##### DATA FOR THIS EXERCISE #####

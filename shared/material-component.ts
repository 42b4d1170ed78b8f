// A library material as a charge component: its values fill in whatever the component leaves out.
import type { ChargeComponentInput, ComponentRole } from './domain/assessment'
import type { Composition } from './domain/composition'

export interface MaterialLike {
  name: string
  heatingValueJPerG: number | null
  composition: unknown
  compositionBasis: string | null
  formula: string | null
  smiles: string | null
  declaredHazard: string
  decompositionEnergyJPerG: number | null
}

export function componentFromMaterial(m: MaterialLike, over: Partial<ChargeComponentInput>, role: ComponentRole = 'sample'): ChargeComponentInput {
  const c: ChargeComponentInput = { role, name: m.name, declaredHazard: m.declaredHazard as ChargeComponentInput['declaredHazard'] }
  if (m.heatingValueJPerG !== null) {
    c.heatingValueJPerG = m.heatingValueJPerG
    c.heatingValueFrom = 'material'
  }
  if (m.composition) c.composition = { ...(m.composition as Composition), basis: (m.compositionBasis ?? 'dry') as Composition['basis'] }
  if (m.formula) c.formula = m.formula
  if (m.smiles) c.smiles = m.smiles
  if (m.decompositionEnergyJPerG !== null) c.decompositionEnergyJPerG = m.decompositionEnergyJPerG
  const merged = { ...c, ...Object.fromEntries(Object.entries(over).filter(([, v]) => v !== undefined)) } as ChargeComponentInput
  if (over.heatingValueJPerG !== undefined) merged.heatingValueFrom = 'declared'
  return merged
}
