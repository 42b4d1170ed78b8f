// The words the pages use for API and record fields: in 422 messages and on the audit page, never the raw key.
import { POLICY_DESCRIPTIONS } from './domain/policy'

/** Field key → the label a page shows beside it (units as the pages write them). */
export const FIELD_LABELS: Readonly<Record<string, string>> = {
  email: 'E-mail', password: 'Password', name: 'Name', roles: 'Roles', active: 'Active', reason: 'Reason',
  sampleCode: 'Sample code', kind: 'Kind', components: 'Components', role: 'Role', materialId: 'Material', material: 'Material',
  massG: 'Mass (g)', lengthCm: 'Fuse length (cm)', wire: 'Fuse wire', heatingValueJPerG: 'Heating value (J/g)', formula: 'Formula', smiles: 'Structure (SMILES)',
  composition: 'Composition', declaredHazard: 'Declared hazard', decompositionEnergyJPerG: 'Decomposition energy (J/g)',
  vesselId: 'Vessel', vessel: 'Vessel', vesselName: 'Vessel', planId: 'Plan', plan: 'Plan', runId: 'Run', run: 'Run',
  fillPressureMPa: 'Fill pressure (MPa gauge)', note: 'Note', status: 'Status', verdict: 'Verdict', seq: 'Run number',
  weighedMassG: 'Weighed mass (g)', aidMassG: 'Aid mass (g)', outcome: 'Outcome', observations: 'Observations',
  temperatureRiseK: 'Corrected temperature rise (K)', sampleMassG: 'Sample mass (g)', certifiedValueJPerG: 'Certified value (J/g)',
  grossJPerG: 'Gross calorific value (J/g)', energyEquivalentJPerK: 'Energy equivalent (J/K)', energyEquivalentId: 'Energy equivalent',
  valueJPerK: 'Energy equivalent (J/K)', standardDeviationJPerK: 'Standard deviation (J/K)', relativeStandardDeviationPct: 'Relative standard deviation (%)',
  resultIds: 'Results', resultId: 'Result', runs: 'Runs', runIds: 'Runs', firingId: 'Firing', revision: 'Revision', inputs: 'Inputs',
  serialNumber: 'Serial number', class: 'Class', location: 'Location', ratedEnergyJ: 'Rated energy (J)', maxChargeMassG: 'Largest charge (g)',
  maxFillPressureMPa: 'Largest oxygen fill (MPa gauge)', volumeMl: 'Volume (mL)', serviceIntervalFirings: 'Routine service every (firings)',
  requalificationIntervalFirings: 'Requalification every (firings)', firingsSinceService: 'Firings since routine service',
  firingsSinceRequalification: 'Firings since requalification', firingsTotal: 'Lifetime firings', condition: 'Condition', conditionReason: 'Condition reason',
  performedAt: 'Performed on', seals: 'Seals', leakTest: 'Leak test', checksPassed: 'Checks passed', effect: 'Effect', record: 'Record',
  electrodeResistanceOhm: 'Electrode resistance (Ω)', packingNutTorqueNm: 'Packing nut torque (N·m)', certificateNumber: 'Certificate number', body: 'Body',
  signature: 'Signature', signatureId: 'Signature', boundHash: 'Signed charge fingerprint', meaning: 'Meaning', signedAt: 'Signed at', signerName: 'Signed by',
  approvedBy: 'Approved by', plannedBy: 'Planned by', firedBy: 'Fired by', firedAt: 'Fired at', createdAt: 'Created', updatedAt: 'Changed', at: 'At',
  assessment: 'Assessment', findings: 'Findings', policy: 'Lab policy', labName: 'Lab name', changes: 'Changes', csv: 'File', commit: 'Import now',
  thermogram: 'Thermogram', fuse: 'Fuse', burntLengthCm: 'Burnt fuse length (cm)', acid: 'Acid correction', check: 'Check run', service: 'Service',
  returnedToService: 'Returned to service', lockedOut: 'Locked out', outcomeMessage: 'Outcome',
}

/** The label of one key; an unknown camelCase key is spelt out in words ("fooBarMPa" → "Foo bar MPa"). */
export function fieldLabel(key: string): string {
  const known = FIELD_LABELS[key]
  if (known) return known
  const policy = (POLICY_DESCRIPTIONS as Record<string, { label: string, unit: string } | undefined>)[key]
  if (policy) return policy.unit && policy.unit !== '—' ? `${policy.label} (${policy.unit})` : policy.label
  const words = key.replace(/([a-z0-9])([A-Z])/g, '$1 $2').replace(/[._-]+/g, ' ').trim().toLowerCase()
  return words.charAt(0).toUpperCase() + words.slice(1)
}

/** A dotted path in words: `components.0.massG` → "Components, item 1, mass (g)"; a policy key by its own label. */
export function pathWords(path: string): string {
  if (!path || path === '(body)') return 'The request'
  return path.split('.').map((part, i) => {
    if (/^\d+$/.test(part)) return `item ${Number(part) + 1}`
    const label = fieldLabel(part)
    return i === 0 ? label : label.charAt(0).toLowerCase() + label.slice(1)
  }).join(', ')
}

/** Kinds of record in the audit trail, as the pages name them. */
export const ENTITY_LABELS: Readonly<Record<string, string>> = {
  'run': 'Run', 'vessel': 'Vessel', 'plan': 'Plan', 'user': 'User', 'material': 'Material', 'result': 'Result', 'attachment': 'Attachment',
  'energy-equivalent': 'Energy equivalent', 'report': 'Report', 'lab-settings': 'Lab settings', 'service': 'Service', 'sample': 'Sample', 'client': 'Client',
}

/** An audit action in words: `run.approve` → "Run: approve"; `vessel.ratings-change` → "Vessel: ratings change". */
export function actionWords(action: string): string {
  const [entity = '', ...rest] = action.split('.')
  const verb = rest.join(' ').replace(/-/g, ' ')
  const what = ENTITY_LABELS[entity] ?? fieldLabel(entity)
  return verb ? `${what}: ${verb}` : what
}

#####
##### DATA FOR THIS EXERCISE #####

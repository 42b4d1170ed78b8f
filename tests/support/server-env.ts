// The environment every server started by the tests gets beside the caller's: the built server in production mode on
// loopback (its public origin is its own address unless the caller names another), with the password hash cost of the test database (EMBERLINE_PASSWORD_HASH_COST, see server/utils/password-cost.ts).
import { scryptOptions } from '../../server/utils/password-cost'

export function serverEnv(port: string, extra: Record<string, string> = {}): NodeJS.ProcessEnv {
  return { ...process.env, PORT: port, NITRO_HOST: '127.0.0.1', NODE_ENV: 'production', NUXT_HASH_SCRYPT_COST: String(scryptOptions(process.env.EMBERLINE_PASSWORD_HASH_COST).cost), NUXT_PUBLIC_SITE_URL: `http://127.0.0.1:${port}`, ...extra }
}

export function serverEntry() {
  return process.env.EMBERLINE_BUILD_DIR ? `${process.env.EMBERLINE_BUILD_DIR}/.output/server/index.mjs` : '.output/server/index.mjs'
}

#####
##### DATA FOR THIS EXERCISE #####

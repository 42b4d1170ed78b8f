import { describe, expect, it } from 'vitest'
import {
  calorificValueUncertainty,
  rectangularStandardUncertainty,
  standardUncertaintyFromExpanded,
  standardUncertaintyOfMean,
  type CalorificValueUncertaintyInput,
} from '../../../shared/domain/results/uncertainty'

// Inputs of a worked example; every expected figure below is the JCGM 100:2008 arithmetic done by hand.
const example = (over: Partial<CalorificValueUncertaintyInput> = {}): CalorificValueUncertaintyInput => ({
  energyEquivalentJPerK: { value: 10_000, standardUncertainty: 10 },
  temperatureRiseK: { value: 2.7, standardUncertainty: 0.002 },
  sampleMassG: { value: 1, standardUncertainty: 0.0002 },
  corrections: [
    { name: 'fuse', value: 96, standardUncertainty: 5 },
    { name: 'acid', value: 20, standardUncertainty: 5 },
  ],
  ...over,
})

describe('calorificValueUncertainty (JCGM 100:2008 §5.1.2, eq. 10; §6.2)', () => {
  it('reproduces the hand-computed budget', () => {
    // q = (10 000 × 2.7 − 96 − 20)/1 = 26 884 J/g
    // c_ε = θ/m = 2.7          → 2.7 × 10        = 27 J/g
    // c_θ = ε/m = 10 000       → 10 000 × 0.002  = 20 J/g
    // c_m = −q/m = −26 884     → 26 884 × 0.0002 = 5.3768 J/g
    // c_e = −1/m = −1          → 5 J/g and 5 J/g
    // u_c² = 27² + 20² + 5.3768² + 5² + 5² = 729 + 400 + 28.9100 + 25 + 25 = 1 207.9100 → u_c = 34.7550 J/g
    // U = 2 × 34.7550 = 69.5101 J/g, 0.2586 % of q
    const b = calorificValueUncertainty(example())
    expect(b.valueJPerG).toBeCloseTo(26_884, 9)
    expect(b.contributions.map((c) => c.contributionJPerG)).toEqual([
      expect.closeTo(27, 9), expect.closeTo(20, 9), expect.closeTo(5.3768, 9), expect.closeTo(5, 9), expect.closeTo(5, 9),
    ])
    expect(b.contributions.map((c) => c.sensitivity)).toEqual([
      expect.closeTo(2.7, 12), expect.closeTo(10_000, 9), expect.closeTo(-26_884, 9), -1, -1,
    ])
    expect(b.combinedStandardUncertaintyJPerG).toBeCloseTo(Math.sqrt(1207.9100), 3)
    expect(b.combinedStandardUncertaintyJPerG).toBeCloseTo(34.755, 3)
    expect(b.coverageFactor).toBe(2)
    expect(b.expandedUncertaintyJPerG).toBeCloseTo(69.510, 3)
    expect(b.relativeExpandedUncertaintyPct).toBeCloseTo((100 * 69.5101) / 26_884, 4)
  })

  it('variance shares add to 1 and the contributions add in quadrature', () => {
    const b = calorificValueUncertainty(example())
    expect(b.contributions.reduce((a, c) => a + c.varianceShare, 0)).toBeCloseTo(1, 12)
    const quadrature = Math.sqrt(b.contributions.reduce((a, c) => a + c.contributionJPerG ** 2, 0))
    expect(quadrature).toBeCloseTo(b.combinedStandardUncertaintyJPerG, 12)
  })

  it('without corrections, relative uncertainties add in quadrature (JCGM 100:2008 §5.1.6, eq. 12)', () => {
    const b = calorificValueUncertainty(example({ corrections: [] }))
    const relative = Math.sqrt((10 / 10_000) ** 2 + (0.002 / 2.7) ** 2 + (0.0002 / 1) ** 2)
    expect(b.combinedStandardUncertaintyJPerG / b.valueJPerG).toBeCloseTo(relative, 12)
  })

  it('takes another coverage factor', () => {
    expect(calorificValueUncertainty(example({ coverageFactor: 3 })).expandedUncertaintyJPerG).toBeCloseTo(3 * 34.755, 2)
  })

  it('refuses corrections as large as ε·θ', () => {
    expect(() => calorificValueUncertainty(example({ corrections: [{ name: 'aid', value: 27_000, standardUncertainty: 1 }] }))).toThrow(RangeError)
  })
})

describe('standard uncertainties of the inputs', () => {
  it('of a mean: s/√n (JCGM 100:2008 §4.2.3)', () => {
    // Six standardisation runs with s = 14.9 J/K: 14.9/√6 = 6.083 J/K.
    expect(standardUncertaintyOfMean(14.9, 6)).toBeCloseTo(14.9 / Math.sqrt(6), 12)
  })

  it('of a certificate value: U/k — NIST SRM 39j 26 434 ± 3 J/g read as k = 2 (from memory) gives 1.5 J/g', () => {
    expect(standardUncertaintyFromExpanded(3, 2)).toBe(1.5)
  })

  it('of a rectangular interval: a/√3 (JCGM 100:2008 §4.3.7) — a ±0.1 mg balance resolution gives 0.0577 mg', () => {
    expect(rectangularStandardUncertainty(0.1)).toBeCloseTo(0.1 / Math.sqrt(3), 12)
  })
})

#####

■ EXERCISE AIM ■
From the entries above, write out only the lines starting at the line that holds "filename shared/material-component.ts" and ending at the line that holds "if (m.heatingValueJPerG !== null)", keeping both and matching them exactly.

■ RESULT OF THE TASK ■
filename shared/material-component.ts
repository 42b4d1170ed78b8f
// A library material as a charge component: its values fill in whatever the component leaves out.
import type { ChargeComponentInput, ComponentRole } from './domain/assessment'
import type { Composition } from './domain/composition'

export interface MaterialLike {
  name: string
  heatingValueJPerG: number | null
  composition: unknown
  compositionBasis: string | null
  formula: string | null
  smiles: string | null
  declaredHazard: string
  decompositionEnergyJPerG: number | null
}

export function componentFromMaterial(m: MaterialLike, over: Partial<ChargeComponentInput>, role: ComponentRole = 'sample'): ChargeComponentInput {
  const c: ChargeComponentInput = { role, name: m.name, declaredHazard: m.declaredHazard as ChargeComponentInput['declaredHazard'] }
  if (m.heatingValueJPerG !== null) {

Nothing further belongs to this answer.